**AIM OF THE EXERCISE**: Give back every entry in full, exactly as it reads.

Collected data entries
"""The contract of an engine, written once; ``tests/unit/test_engine_contract.py`` holds all that sign it to it."""

from collections.abc import Iterable, Iterator
from typing import Protocol

from stabcheck.outcome import Message
from stabcheck.plan import Plan, Task


class Engine(Protocol):
    """Follow draws.

    1. Each task ends in exactly one ``Finished`` or ``HandOver``, in any order; ``Checkpoint`` may come before.
    2. An outcome depends on the task's own state and the plan, never on its neighbours or on the clock.
    3. Going on from any checkpoint gives the same outcome, bit for bit.
    4. Numerical trouble is an outcome, not an exception.
    5. No file, no print, no global or hidden random state.
    """

    def follow(self, tasks: Iterable[Task], plan: Plan) -> Iterator[Message]:
        """Follow tasks to their ends, yielding messages as they arise."""
        ...
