"""What integrates. One contract (``base``), one folder an engine."""
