``[elements]``
    ``frame`` (required): ``"jacobi"``, each orbit about the centre of mass of everything inside it;
    ``"astrocentric"``, about the star; ``"cartesian"``, positions and velocities, any origin.
    ``fit`` (required unless Cartesian): ``"keplerian"``, a sum of orbits that do not disturb each other, or
    ``"dynamical"``, osculating at the epoch.
    ``epoch``: ``"2459000.0 BJD_TDB"`` (or ``BJD_UTC``; ``BJD`` if the source does not say). The instant of the phases
    and t = 0. Required if a phase is a time; all times are in its scale. Reduced dates are refused.
    ``data_span``: time span of the data, centred on the epoch; for the departure from the Keplerian sum.
    ``independent_omega_and_periastron_time = true`` confirms that ω (known to worse than 20°) and the time of
    periastron are to be drawn independently.

``[plane]``, optional
    ``inclination``: of one plane common to all planets, any angle or ``"isotropic"``. Planets then have none of their
    own.
    ``mutual_scatter``: scale of a Rayleigh distribution of each planet's tilt to that plane, fixed, its direction in
    the plane uniform. Without it all planets lie in the plane.
    ``nodes``: for planets with inclinations of their own and no ``node``: ``"equal"`` (all 0) or ``"isotropic"``
    (uniform).

``[planets.NAME]``, one or more, and ``[companion]``, a bound star outside of them
    Size: ``period`` or ``semi_major_axis``, in the frame.
    ``eccentricity`` (required; 0 for circular).
    ω: ``omega_star`` or ``omega_planet``; may be absent only if the eccentricity is fixed at 0.
    Phase, exactly one: ``mean_anomaly``, ``mean_longitude_star``, ``mean_longitude_planet`` (node + ω + mean anomaly,
    with the ω of the star or the planet; the node counts only where it is a number in this table),
    ``time_of_conjunction`` (inferior conjunction, true anomaly 90° - ω_star), ``time_of_periastron``. Angles are those
    at the epoch.
    Mass, exactly one: ``mass`` (true), ``mass_sin_i``, ``semi_amplitude`` (K of the star). A companion has a true
    mass.
    Tilt: ``inclination`` (0 to 180 deg) or ``impact_parameter`` (needs the radius of the star; i and 180° - i are
    drawn with half the draws each), or from [plane]. ``"isotropic independent"`` draws the direction of this planet's
    orbit for itself, which makes half of the pairs retrograde. A companion without a tilt of its own lies in the
    common plane like a planet, with the scatter.
    ``node``: required where more than one body has its own tilt, unless [plane] has ``nodes``; with one body 0.
    ``radius``: without it, and without ``mass_radius``, the planet is a point.
    ``position``, ``velocity``: Cartesian only, ``["1.0 au", "0 au", "0 au"]`` and ``["0 au/d", "30 km/s", "0 m/s"]``.

``[samples]``, optional
    ``file`` (beside the scenario; .csv, .ecsv or .npz), ``weight`` or ``log_weight`` (columns; without them the rows
    weigh the same), ``chain`` (column), ``log_probability`` (column, says which row is the best).

``[draws]``
    ``seed`` (required): a whole number, 0 to 2^63 - 1.

``[physics]``
    ``relativity`` (default false).

``[integration]``
    ``span`` (required): ``"1e5 inner orbits"``, ``"1e4 outer orbits"``, ``"10 secular cycles"``, ``"1 Myr"``.
    ``engine`` (default ``"auto"``, which is ``"rebound"``), ``method`` (default ``"auto"``; ``"whfast"``, ``"trace"``,
    ``"ias15"``), ``steps_per_periastron`` (default 25, above 16), ``indicator`` (default true).

``[endings]``, optional
    ``ejection_distance`` (default 30 times the largest axis), ``stop_approach``, ``stop_distance`` (rules of yours
    that stop a draw, counted apart from physical endings), ``mass_radius = "chen-kipping-2017"`` (radii where none is
    given).

``[rearranged]``, optional
    ``axis_share`` (default 0.3): an axis that moved by more than this share of its first value.
"""

import os
import tomllib
from collections.abc import Iterator, Mapping, Sequence
from pathlib import Path
from typing import Any, Self

from pydantic import ModelWrapValidatorHandler, PrivateAttr, ValidationError, ValidationInfo, model_validator
from pydantic_core import ErrorDetails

**TASK RESULT**:
"""The contract of an engine, written once; ``tests/unit/test_engine_contract.py`` holds all that sign it to it."""

from collections.abc import Iterable, Iterator
from typing import Protocol

from stabcheck.outcome import Message
from stabcheck.plan import Plan, Task


class Engine(Protocol):
    """Follow draws.

    1. Each task ends in exactly one ``Finished`` or ``HandOver``, in any order; ``Checkpoint`` may come before.
    2. An outcome depends on the task's own state and the plan, never on its neighbours or on the clock.
    3. Going on from any checkpoint gives the same outcome, bit for bit.
    4. Numerical trouble is an outcome, not an exception.
    5. No file, no print, no global or hidden random state.
    """

    def follow(self, tasks: Iterable[Task], plan: Plan) -> Iterator[Message]:
        """Follow tasks to their ends, yielding messages as they arise."""
        ...
"""What integrates. One contract (``base``), one folder an engine."""
``[elements]``
    ``frame`` (required): ``"jacobi"``, each orbit about the centre of mass of everything inside it;
    ``"astrocentric"``, about the star; ``"cartesian"``, positions and velocities, any origin.
    ``fit`` (required unless Cartesian): ``"keplerian"``, a sum of orbits that do not disturb each other, or
    ``"dynamical"``, osculating at the epoch.
    ``epoch``: ``"2459000.0 BJD_TDB"`` (or ``BJD_UTC``; ``BJD`` if the source does not say). The instant of the phases
    and t = 0. Required if a phase is a time; all times are in its scale. Reduced dates are refused.
    ``data_span``: time span of the data, centred on the epoch; for the departure from the Keplerian sum.
    ``independent_omega_and_periastron_time = true`` confirms that ω (known to worse than 20°) and the time of
    periastron are to be drawn independently.

``[plane]``, optional
    ``inclination``: of one plane common to all planets, any angle or ``"isotropic"``. Planets then have none of their
    own.
    ``mutual_scatter``: scale of a Rayleigh distribution of each planet's tilt to that plane, fixed, its direction in
    the plane uniform. Without it all planets lie in the plane.
    ``nodes``: for planets with inclinations of their own and no ``node``: ``"equal"`` (all 0) or ``"isotropic"``
    (uniform).

``[planets.NAME]``, one or more, and ``[companion]``, a bound star outside of them
    Size: ``period`` or ``semi_major_axis``, in the frame.
    ``eccentricity`` (required; 0 for circular).
    ω: ``omega_star`` or ``omega_planet``; may be absent only if the eccentricity is fixed at 0.
    Phase, exactly one: ``mean_anomaly``, ``mean_longitude_star``, ``mean_longitude_planet`` (node + ω + mean anomaly,
    with the ω of the star or the planet; the node counts only where it is a number in this table),
    ``time_of_conjunction`` (inferior conjunction, true anomaly 90° - ω_star), ``time_of_periastron``. Angles are those
    at the epoch.
    Mass, exactly one: ``mass`` (true), ``mass_sin_i``, ``semi_amplitude`` (K of the star). A companion has a true
    mass.
    Tilt: ``inclination`` (0 to 180 deg) or ``impact_parameter`` (needs the radius of the star; i and 180° - i are
    drawn with half the draws each), or from [plane]. ``"isotropic independent"`` draws the direction of this planet's
    orbit for itself, which makes half of the pairs retrograde. A companion without a tilt of its own lies in the
    common plane like a planet, with the scatter.
    ``node``: required where more than one body has its own tilt, unless [plane] has ``nodes``; with one body 0.
    ``radius``: without it, and without ``mass_radius``, the planet is a point.
    ``position``, ``velocity``: Cartesian only, ``["1.0 au", "0 au", "0 au"]`` and ``["0 au/d", "30 km/s", "0 m/s"]``.

``[samples]``, optional
    ``file`` (beside the scenario; .csv, .ecsv or .npz), ``weight`` or ``log_weight`` (columns; without them the rows
    weigh the same), ``chain`` (column), ``log_probability`` (column, says which row is the best).

``[draws]``
    ``seed`` (required): a whole number, 0 to 2^63 - 1.

``[physics]``
    ``relativity`` (default false).

``[integration]``
    ``span`` (required): ``"1e5 inner orbits"``, ``"1e4 outer orbits"``, ``"10 secular cycles"``, ``"1 Myr"``.
    ``engine`` (default ``"auto"``, which is ``"rebound"``), ``method`` (default ``"auto"``; ``"whfast"``, ``"trace"``,
    ``"ias15"``), ``steps_per_periastron`` (default 25, above 16), ``indicator`` (default true).

``[endings]``, optional
    ``ejection_distance`` (default 30 times the largest axis), ``stop_approach``, ``stop_distance`` (rules of yours
    that stop a draw, counted apart from physical endings), ``mass_radius = "chen-kipping-2017"`` (radii where none is
    given).

``[rearranged]``, optional
    ``axis_share`` (default 0.3): an axis that moved by more than this share of its first value.
"""

import os
import tomllib
from collections.abc import Iterator, Mapping, Sequence
from pathlib import Path
from typing import Any, Self

from pydantic import ModelWrapValidatorHandler, PrivateAttr, ValidationError, ValidationInfo, model_validator
from pydantic_core import ErrorDetails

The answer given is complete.